What to work on: Transcribe each entry so that it matches the original exactly.

Collected data entries:
==*==

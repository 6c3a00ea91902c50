package org.risetrace.sim;

/**
 * A plane projective mapping (homography), row-major 3 x 3: (x', y', w') = H (x, y, 1), point = (x'/w', y'/w').
 * The simulator's own small copy, so that the simulator does not depend on the registration stage; truth.json
 * stores its rows, which {@code org.risetrace.registration.Homography.fromRows} reads.
 */
public final class PlaneMapping {
    private final double[] h;

    public PlaneMapping(double[] rowMajor9) {
        if (rowMajor9.length != 9) throw new IllegalArgumentException("homography needs 9 values");
        this.h = rowMajor9.clone();
    }

    public static PlaneMapping fromRows(double[][] rows) {
        double[] v = new double[9];
        for (int r = 0; r < 3; r++) for (int c = 0; c < 3; c++) v[r * 3 + c] = rows[r][c];
        return new PlaneMapping(v);
    }

    public static PlaneMapping identity() {
        return new PlaneMapping(new double[]{1, 0, 0, 0, 1, 0, 0, 0, 1});
    }

    public double[][] rows() {
        return new double[][]{{h[0], h[1], h[2]}, {h[3], h[4], h[5]}, {h[6], h[7], h[8]}};
    }

    public double get(int row, int col) { return h[row * 3 + col]; }

    public double[] values() { return h.clone(); }

    /** Maps (x, y); returns {x', y'}. */
    public double[] apply(double x, double y) {
        double w = h[6] * x + h[7] * y + h[8];
        return new double[]{(h[0] * x + h[1] * y + h[2]) / w, (h[3] * x + h[4] * y + h[5]) / w};
    }

    /** this after other: p -> this(other(p)). */
    public PlaneMapping compose(PlaneMapping other) {
        return new PlaneMapping(CameraModel.multiply(h, other.h));
    }

    /** The inverse by the adjugate (cofactor) matrix. */
    public PlaneMapping inverse() {
        double a = h[0], b = h[1], c = h[2], d = h[3], e = h[4], f = h[5], g = h[6], hh = h[7], i = h[8];
        double ca = e * i - f * hh, cb = -(d * i - f * g), cc = d * hh - e * g;
        double det = a * ca + b * cb + c * cc;
        if (det == 0 || !Double.isFinite(det)) throw new ArithmeticException("singular homography");
        return new PlaneMapping(new double[]{
                ca / det, -(b * i - c * hh) / det, (b * f - c * e) / det,
                cb / det, (a * i - c * g) / det, -(a * f - c * d) / det,
                cc / det, -(a * hh - b * g) / det, (a * e - b * d) / det});
    }

    /** Scaled so that h[8] = 1. */
    public PlaneMapping normalized() {
        double s = Math.abs(h[8]) > 1e-300 ? h[8] : 1.0;
        double[] v = new double[9];
        for (int k = 0; k < 9; k++) v[k] = h[k] / s;
        return new PlaneMapping(v);
    }
}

==*==

Worked solution:
repository 6c3a00ea91902c50
package org.risetrace.sim;

/**
 * A plane projective mapping (homography), row-major 3 x 3: (x', y', w') = H (x, y, 1), point = (x'/w', y'/w').
 * The simulator's own small copy, so that the simulator does not depend on the registration stage; truth.json
 * stores its rows, which {@code org.risetrace.registration.Homography.fromRows} reads.
 */
public final class PlaneMapping {
    private final double[] h;

    public PlaneMapping(double[] rowMajor9) {
        if (rowMajor9.length != 9) throw new IllegalArgumentException("homography needs 9 values");
        this.h = rowMajor9.clone();
    }

    public static PlaneMapping fromRows(double[][] rows) {
        double[] v = new double[9];
        for (int r = 0; r < 3; r++) for (int c = 0; c < 3; c++) v[r * 3 + c] = rows[r][c];
        return new PlaneMapping(v);
    }

    public static PlaneMapping identity() {
        return new PlaneMapping(new double[]{1, 0, 0, 0, 1, 0, 0, 0, 1});
    }

    public double[][] rows() {
        return new double[][]{{h[0], h[1], h[2]}, {h[3], h[4], h[5]}, {h[6], h[7], h[8]}};
    }

    public double get(int row, int col) { return h[row * 3 + col]; }

    public double[] values() { return h.clone(); }

    /** Maps (x, y); returns {x', y'}. */
    public double[] apply(double x, double y) {
        double w = h[6] * x + h[7] * y + h[8];
        return new double[]{(h[0] * x + h[1] * y + h[2]) / w, (h[3] * x + h[4] * y + h[5]) / w};
    }

    /** this after other: p -> this(other(p)). */
    public PlaneMapping compose(PlaneMapping other) {
        return new PlaneMapping(CameraModel.multiply(h, other.h));
    }

    /** The inverse by the adjugate (cofactor) matrix. */
    public PlaneMapping inverse() {
        double a = h[0], b = h[1], c = h[2], d = h[3], e = h[4], f = h[5], g = h[6], hh = h[7], i = h[8];
        double ca = e * i - f * hh, cb = -(d * i - f * g), cc = d * hh - e * g;
        double det = a * ca + b * cb + c * cc;
        if (det == 0 || !Double.isFinite(det)) throw new ArithmeticException("singular homography");
        return new PlaneMapping(new double[]{
                ca / det, -(b * i - c * hh) / det, (b * f - c * e) / det,
                cb / det, (a * i - c * g) / det, -(a * f - c * d) / det,
                cc / det, -(a * hh - b * g) / det, (a * e - b * d) / det});
    }

    /** Scaled so that h[8] = 1. */
    public PlaneMapping normalized() {
        double s = Math.abs(h[8]) > 1e-300 ? h[8] : 1.0;
        double[] v = new double[9];
        for (int k = 0; k < 9; k++) v[k] = h[k] / s;
        return new PlaneMapping(v);
    }
}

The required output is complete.